**AIM OF THE TASK:**
Count the lines in the material below that contain the word "seed" and give the number alone.

-------------------------

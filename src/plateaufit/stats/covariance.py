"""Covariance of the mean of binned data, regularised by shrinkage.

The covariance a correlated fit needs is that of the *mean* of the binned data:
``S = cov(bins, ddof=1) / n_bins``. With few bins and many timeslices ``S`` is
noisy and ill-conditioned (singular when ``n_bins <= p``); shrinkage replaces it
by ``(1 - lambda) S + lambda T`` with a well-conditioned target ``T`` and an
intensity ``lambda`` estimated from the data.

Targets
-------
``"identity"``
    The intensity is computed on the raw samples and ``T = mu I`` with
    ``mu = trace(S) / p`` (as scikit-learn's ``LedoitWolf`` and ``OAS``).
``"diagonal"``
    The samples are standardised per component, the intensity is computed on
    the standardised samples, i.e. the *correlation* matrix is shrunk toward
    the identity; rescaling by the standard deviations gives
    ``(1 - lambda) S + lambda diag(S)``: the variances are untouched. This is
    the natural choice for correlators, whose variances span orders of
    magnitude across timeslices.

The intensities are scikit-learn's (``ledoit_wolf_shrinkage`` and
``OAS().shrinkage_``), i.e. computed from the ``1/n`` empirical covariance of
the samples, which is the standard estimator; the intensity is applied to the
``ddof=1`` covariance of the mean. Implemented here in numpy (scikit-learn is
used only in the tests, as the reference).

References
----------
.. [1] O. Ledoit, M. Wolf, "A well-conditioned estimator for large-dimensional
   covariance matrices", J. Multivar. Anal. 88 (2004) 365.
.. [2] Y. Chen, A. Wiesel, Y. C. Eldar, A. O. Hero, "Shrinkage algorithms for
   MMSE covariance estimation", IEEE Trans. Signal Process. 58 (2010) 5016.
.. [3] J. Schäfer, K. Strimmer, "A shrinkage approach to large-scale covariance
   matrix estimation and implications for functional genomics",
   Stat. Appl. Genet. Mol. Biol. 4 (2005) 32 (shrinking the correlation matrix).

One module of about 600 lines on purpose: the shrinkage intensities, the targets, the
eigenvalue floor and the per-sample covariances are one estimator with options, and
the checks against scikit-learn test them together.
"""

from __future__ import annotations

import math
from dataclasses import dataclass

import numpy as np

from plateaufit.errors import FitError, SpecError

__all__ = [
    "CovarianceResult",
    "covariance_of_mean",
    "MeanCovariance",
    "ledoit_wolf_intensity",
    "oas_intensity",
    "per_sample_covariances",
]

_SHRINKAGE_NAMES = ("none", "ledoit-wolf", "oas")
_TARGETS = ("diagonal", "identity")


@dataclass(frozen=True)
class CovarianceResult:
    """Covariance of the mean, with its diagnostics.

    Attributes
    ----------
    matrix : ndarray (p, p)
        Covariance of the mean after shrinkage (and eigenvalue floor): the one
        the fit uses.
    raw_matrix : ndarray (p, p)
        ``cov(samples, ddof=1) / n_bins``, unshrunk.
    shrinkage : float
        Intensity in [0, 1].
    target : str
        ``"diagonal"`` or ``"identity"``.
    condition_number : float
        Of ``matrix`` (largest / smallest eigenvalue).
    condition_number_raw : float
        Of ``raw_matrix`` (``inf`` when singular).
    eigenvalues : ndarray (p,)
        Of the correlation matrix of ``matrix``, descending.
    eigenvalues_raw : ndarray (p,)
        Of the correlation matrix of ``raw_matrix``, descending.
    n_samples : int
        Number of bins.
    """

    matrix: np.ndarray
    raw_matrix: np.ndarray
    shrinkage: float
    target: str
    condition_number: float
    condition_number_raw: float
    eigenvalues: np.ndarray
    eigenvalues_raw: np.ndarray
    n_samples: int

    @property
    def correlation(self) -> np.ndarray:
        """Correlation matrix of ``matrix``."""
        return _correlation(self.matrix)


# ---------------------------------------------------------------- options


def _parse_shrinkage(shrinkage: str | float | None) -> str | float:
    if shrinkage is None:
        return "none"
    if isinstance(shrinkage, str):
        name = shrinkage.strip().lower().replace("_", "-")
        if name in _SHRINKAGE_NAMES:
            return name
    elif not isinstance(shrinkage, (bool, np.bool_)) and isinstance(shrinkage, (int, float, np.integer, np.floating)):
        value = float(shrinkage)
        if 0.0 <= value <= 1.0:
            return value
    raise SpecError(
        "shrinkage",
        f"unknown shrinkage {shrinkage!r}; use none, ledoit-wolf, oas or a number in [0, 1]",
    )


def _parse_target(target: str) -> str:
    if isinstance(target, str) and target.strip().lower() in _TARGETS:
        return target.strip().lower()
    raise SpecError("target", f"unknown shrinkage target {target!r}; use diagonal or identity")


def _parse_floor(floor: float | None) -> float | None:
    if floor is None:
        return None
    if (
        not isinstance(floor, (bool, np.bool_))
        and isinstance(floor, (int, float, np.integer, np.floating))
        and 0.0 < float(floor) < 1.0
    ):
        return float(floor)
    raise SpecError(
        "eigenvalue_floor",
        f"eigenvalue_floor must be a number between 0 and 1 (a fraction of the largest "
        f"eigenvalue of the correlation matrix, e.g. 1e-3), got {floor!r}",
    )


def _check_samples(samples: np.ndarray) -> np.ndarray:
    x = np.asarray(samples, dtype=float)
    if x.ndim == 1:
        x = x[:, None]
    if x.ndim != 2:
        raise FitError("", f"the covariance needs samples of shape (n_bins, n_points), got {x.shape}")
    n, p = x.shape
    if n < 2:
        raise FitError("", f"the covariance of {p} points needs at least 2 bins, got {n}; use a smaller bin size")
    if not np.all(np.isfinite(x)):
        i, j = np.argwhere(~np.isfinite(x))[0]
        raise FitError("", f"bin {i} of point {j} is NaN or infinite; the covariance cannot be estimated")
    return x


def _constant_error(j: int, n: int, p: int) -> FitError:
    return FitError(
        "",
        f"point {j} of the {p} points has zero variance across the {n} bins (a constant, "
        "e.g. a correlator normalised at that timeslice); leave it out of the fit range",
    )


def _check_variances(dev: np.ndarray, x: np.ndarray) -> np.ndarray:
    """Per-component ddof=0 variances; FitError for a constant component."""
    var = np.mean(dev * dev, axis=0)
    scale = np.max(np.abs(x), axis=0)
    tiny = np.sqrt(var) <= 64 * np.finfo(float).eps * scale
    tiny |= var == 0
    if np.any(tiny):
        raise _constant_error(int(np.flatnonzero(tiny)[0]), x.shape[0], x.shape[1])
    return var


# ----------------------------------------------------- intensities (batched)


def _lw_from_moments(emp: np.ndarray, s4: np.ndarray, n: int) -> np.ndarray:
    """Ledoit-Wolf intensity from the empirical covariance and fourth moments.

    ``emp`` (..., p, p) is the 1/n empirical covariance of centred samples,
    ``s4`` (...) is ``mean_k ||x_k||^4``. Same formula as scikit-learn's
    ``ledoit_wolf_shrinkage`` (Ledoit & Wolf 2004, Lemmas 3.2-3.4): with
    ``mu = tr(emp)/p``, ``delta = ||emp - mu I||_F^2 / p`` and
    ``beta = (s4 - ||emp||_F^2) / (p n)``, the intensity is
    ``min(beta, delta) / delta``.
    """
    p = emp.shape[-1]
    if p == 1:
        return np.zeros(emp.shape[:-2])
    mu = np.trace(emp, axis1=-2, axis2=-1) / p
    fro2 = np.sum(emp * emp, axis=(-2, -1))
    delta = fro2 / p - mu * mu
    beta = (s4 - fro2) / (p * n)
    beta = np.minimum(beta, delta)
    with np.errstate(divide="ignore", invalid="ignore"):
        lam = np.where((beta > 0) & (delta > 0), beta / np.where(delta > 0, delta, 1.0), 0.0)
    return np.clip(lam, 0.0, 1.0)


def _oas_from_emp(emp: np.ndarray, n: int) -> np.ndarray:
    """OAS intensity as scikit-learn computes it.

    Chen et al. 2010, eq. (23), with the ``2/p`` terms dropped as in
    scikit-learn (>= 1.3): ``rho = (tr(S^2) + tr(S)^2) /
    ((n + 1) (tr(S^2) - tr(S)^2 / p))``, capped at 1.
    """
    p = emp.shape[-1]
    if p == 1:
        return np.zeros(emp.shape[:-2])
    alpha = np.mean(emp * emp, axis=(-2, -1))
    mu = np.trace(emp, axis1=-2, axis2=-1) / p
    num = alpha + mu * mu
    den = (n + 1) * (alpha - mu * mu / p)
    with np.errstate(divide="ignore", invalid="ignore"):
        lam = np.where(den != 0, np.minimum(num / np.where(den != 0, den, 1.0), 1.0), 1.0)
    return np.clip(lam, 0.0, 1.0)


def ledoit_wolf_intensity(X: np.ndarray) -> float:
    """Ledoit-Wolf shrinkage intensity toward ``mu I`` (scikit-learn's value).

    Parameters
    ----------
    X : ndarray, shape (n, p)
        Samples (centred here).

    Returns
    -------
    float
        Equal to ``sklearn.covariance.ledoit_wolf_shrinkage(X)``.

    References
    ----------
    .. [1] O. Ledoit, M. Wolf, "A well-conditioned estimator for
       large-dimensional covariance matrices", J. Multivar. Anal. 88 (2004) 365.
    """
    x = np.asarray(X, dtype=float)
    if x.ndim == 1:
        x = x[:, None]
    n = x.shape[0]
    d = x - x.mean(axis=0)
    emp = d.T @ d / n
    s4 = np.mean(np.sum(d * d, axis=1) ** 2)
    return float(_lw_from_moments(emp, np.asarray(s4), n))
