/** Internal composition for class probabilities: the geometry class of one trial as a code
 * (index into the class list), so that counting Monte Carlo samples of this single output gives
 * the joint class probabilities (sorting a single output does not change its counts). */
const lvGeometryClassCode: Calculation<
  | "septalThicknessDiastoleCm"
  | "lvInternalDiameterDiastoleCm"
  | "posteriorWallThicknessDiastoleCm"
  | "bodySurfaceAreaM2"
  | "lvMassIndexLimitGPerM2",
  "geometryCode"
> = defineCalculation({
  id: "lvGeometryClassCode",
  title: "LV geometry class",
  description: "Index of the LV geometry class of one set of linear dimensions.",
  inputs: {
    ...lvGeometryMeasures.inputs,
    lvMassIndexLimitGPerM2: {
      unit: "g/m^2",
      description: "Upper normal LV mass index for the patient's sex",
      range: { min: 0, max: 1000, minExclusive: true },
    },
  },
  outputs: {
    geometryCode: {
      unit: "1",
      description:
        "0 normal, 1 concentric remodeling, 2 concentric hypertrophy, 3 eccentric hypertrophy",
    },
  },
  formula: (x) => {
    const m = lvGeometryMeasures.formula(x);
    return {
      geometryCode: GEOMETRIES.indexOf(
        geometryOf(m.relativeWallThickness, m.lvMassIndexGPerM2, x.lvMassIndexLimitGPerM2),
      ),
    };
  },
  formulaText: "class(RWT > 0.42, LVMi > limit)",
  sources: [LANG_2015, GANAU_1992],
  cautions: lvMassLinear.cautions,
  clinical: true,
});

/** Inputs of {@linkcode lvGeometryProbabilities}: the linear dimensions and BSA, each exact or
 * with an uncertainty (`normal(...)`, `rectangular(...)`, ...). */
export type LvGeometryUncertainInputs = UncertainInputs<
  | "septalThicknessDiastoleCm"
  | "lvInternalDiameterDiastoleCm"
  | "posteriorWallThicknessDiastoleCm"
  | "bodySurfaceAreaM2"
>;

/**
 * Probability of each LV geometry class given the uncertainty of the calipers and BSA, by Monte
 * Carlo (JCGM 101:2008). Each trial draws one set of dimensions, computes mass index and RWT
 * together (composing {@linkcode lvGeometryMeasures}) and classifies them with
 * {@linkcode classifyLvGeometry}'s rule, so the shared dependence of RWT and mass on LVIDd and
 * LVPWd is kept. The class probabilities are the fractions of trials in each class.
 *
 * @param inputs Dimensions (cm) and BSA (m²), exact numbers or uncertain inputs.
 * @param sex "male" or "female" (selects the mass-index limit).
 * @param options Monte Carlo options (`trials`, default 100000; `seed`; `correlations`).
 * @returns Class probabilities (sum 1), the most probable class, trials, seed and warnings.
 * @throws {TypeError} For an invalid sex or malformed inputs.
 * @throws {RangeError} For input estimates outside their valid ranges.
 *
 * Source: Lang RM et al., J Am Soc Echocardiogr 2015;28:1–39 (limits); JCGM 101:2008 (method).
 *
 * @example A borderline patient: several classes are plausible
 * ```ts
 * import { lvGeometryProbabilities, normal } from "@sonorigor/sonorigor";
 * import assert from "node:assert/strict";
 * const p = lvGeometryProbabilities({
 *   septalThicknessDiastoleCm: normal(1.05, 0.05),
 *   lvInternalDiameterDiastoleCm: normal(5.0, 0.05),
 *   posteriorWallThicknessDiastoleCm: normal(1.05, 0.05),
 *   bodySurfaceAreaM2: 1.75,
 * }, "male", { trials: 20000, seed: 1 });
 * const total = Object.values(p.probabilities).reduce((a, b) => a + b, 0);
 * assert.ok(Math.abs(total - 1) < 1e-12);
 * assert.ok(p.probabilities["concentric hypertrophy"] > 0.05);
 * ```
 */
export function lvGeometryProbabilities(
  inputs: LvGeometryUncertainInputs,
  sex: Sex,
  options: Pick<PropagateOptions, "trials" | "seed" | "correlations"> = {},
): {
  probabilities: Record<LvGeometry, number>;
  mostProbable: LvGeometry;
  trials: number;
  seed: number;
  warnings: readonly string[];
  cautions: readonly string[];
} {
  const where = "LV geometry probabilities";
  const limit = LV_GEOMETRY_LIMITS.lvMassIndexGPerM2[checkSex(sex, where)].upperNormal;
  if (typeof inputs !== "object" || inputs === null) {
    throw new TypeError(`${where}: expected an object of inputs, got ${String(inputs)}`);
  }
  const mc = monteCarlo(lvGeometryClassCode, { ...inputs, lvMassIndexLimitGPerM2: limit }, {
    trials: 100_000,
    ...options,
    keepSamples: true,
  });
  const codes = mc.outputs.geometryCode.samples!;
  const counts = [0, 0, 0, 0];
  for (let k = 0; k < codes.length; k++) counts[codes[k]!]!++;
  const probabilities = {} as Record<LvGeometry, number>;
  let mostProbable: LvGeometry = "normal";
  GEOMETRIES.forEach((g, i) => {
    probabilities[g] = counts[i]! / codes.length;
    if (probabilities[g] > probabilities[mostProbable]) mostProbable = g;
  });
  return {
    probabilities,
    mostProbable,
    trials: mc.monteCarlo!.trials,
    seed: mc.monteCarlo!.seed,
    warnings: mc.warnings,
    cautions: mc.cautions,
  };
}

-------------------------

**ANSWER SPACE:**
6